• _Task to carry out_
Below are the records; copy each line in which "jupiter" can be found.

START Material shown

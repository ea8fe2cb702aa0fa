//! Numbers without meaning: no domain words in here.
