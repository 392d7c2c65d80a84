package org.wispwright.ui.window;

import java.io.IOException;
import java.nio.file.Files;
import java.nio.file.Path;
import org.wispwright.ui.job.SampleWork;

/** Copies of the samples, for tests that change them. */
public final class SampleCopy {
    private SampleCopy() {
    }

    /** The kiln yard without takes, in a new folder below another. */
    public static Path kilnYard(Path below) {
        return SampleWork.copyBelow(below);
    }

    /** The same on half as many cells each way, which is simulated and solved in a few seconds. */
    public static Path quickYard(Path below) throws IOException {
        Path shot = kilnYard(below);
        Path setup = shot.resolve("shot.json");
        String text = Files.readString(setup);
        String quick = text.replace("\"cells\": [48, 64, 48], \"cellMetres\": 0.1", "\"cells\": [24, 32, 24], \"cellMetres\": 0.2");
        if (quick.equals(text)) {
            throw new IllegalStateException("the sample's grid is not what it was; correct this test");
        }
        Files.writeString(setup, quick);
        return shot;
    }
}
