package org.wispwright.ui.window;

import static org.junit.jupiter.api.Assertions.assertEquals;
import static org.junit.jupiter.api.Assertions.assertTrue;

import java.awt.Component;
import java.awt.Dimension;
import java.awt.Toolkit;
import java.awt.event.InputEvent;
import java.awt.event.MouseEvent;
import java.nio.file.Path;
import java.util.List;
import java.util.Random;
import java.util.Set;
import org.junit.jupiter.api.io.TempDir;
import org.junit.jupiter.params.ParameterizedTest;
import org.junit.jupiter.params.provider.ValueSource;
import org.wispwright.ui.command.SmallShot;
import org.wispwright.ui.desk.DeskState;
import org.wispwright.ui.shot.NoteEdits;
import org.wispwright.ui.shot.NoteEdits.Listed;
import org.wispwright.ui.shot.ShotCheck;
import org.wispwright.ui.shot.ShotFolder;

/**
 * 500 things done at random: actions from the list, strokes and drags on the picture, clicks on cards. Nothing is thrown, all that was edited can
 * be undone to the start, and the shot is in order. Expectations: ours.
 */
class MonkeyTest {
    private static final int DEEDS = 500;
    /** They open a window of the platform's, end the session, run for long or write outside the shot. */
    private static final Set<String> LEFT_OUT = Set.of("shot.open", "shot.begin", "shot.sample", "shot.leave", "note.paint-over", "take.solve",
            "take.resume", "take.write-pictures", "take.write-frame", "take.write-sheet", "take.write-files", "look.theme",
            "look.text-larger", "look.text-smaller");

    @TempDir
    private Path folder;

    @ParameterizedTest
    @ValueSource(longs = {1, 2, 3, 4, 5})
    void nothingIsThrownAndAllCanBeUndone(long seed) {
        Path shot = SmallShot.in(folder.resolve("shot")).folder();
        Random random = new Random(seed);
        try (DeskDriver driver = new DeskDriver(new Dimension(1280, 800)).open(shot); EventWatch watch = new EventWatch(10_000)) {
            driver.await("the original is there", s -> s.takes().size() == 1 && s.work().original().isEmpty());
            List<Listed> start = driver.state().shot().orElseThrow().notes();
            Component picture = driver.find("easel-picture", Component.class);
            List<DeskAction> actions = driver.window().actions().all().stream().filter(a -> !LEFT_OUT.contains(a.id())).toList();
            for (int n = 0; n < DEEDS; n++) {
                if (random.nextInt(3) == 0) {
                    drag(picture, random);
                } else {
                    DeskAction action = actions.get(random.nextInt(actions.size()));
                    driver.doOnSwing(() -> {
                        if (driver.window().actions().get(action.id()).isEnabled()) {
                            driver.window().actions().get(action.id()).actionPerformed(null);
                        }
                    });
                }
            }
            driver.pause(1000);                                                // some deeds come to their end beside Swing's thread
            driver.await("all is on disk", s -> s.saving().isDone() || s.saving().refused().isPresent());
            assertEquals(List.of(), watch.thrown(), "seed " + seed);
            DeskState end = driver.state();
            assertTrue(end.saving().isDone(), () -> "seed " + seed + ": " + end.saving());
            assertEquals(end.shot().orElseThrow().notes(), NoteEdits.of(ShotFolder.open(shot)).list(), "seed " + seed + ": what is on disk");
            driver.doOnSwing(() -> {
                while (!driver.desk().state().history().made().isEmpty()) {
                    driver.desk().undo();
                }
            });
            driver.await("all is undone on disk", s -> s.saving().isDone());
            assertEquals(start, driver.state().shot().orElseThrow().notes(), "seed " + seed);
            assertEquals(List.of(), watch.thrown(), "seed " + seed);
        }
        assertEquals(List.of(), ShotCheck.of(shot, Long.MAX_VALUE).findings(), "seed " + seed);
    }

    private static void drag(Component picture, Random random) {
        int x = random.nextInt(picture.getWidth());
        int y = random.nextInt(picture.getHeight());
        int modifiers = InputEvent.BUTTON1_DOWN_MASK | (random.nextInt(6) == 0 ? InputEvent.CTRL_DOWN_MASK : 0)
                | (random.nextInt(6) == 0 ? InputEvent.SHIFT_DOWN_MASK : 0);
        post(picture, MouseEvent.MOUSE_MOVED, x, y, 0);
        post(picture, MouseEvent.MOUSE_PRESSED, x, y, modifiers);
        for (int n = random.nextInt(4); n > 0; n--) {
            x += random.nextInt(81) - 40;
            y += random.nextInt(81) - 40;
            post(picture, MouseEvent.MOUSE_DRAGGED, x, y, modifiers);
        }
        post(picture, MouseEvent.MOUSE_RELEASED, x, y, modifiers);
        DeskDriver.onSwing(() -> null);
    }

    private static void post(Component c, int kind, int x, int y, int modifiers) {
        boolean moves = kind == MouseEvent.MOUSE_MOVED || kind == MouseEvent.MOUSE_DRAGGED;
        Toolkit.getDefaultToolkit().getSystemEventQueue().postEvent(new MouseEvent(c, kind, System.currentTimeMillis(), modifiers, x, y, 1, false,
                moves ? MouseEvent.NOBUTTON : MouseEvent.BUTTON1));
    }
}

END Material shown

• _Answer to the exercise_
import static org.junit.jupiter.api.Assertions.assertEquals;
import static org.junit.jupiter.api.Assertions.assertTrue;
import org.junit.jupiter.api.io.TempDir;
import org.junit.jupiter.params.ParameterizedTest;
import org.junit.jupiter.params.provider.ValueSource;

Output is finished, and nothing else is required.